Privacy is important to us; therefore, we will not sell, rent, or give your name or address to anyone. At any point, you can select the link at the bottom of every email to unsubscribe.
It’s a little dry, no? It informs, but it doesn’t do much else.
Being the head of a small-shop development and marketing department with a staff of one (or fewer) means that you need to seize every possible opportunity for relationship-building. And your organization’s welcome message provides the prime opportunity to systematize—and humanize—the relationship-building process. It’s the first communication this person will receive from you, so naturally, you want to create a positive impression. Make it count!
If your welcome message is the standard, run-of-the-mill template your email service provider suggests, you’re missing out. And as a result, so are your peeps.
According to "The Rebel’s Guide to Email Marketing" by Jason Falls:
The answer is simple: The welcome email tends to have a much higher open rate compared to other emails in a campaign. In fact, according to some analysis done by the Experian CheetahMail Strategic Services Group, “Welcome emails generate four times the total open rates and five times the click rates compared to other bulk promotions.”
If you consider that the overall average email open rate is somewhere around 20 percent, this figure is impressive.
A welcome email is an ice-breaker that, if done right, can establish a long-term channel of communication between you and your prospective supporters. You won’t be able to start your email program off on the right foot without one. The welcome sets the stage and the tone for all of your subsequent emails.

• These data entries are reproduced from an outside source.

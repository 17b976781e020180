import { describe, expect, it } from 'vitest';
import { generateRectangularPlan } from '../../../server/core/plan/generate';
import { buildDistanceIndex } from '../../../server/core/plan/distances';
import type { PlanClosure } from '../../../server/core/plan/types';
import { buildWalkGraph } from '../../../server/core/plan/walk-graph';
import { planWaveOnPlan, type PlannerInput, type PlannerOrder } from '../../../server/waves/wave-planner';

const geometry = generateRectangularPlan({ aisles: 4, aisleLengthM: 20, aisleSpacingM: 3, baysPerAisle: 8, levels: 1 });
const bins = geometry.bins.map((b) => b.code);
const orders: PlannerOrder[] = Array.from({ length: 6 }, (_, i) => ({
  ref: `O-${i + 1}`,
  due: null,
  priority: null,
  lines: [0, 1].map((k) => ({ sku: `S-${i}-${k}`, qty: 1, bin: bins[(i * 7 + k * 13) % bins.length]!, unitKg: 1, unitLitres: 1 })),
}));

function input(closures: PlanClosure[], withClosures: boolean): PlannerInput {
  const graph = buildWalkGraph(geometry, closures);
  return {
    geometry,
    graph,
    index: buildDistanceIndex(graph),
    orders,
    cart: { totes: 4, maxKg: 100, maxLitres: 100 },
    batching: 'fcfs',
    method: 'best',
    improve: 'local',
    depotIdx: 0,
    speeds: { walkingSpeedMps: 1, secondsPerLine: 10, secondsPerStop: 0 },
    ...(withClosures ? { closures } : {}),
  };
}

describe('planWaveOnPlan and open closures', () => {
  it('gives an S-shape figure on an open block layout', () => {
    const out = planWaveOnPlan(input([], true));
    expect(out.unslotted).toEqual([]);
    expect(out.result.totals.sShapeMetres).not.toBeNull();
    // S-shape is a feasible walk through the same stops, so the planned circuits are never longer (restart from its order).
    expect(out.result.totals.metres).toBeLessThanOrEqual(out.result.totals.sShapeMetres! + 1e-6);
  });

  it('gives no S-shape figure while a stretch is closed, and says why (regression: the policy walked through the closed stretch)', () => {
    // A short closure near the back of aisle B: every bin stays reachable, but S-shape would walk through it.
    const aisle = geometry.aisles[1]!;
    const closures: PlanClosure[] = [{ kind: 'aisle', code: aisle.code, from: aisle.yEnd - 1.5, to: aisle.yEnd - 0.5 }];
    const out = planWaveOnPlan(input(closures, true));
    expect(out.result.totals.sShapeMetres).toBeNull();
    expect(out.result.totals.sShapeNote).toMatch(/^no S-shape figure: .*closed aisle stretches/);
    expect(out.result.trips.length).toBeGreaterThan(0);
  });
});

And it’s a given: Communication is a crucial part of your identity. Your emails are just one aspect that conveys who you are to your supporters. Plus, failing to send a welcome email is akin to not thanking someone for a gift—it’s bad form, bad karma. And don’t forget: A welcome email can ramp up your fundraising and get people to spread the word, extending the channel of communication wider and further.
Your new subscriber has just taken the step of inviting you into his or her personal inbox. You totally need to take advantage of this awesome opportunity because it’s fate! Start off by giving him or her a warm and friendly welcome. And why not take it to the next level? Rather than a one-time welcome message, think outside the box and develop a three to five-part welcome kit auto-responder series.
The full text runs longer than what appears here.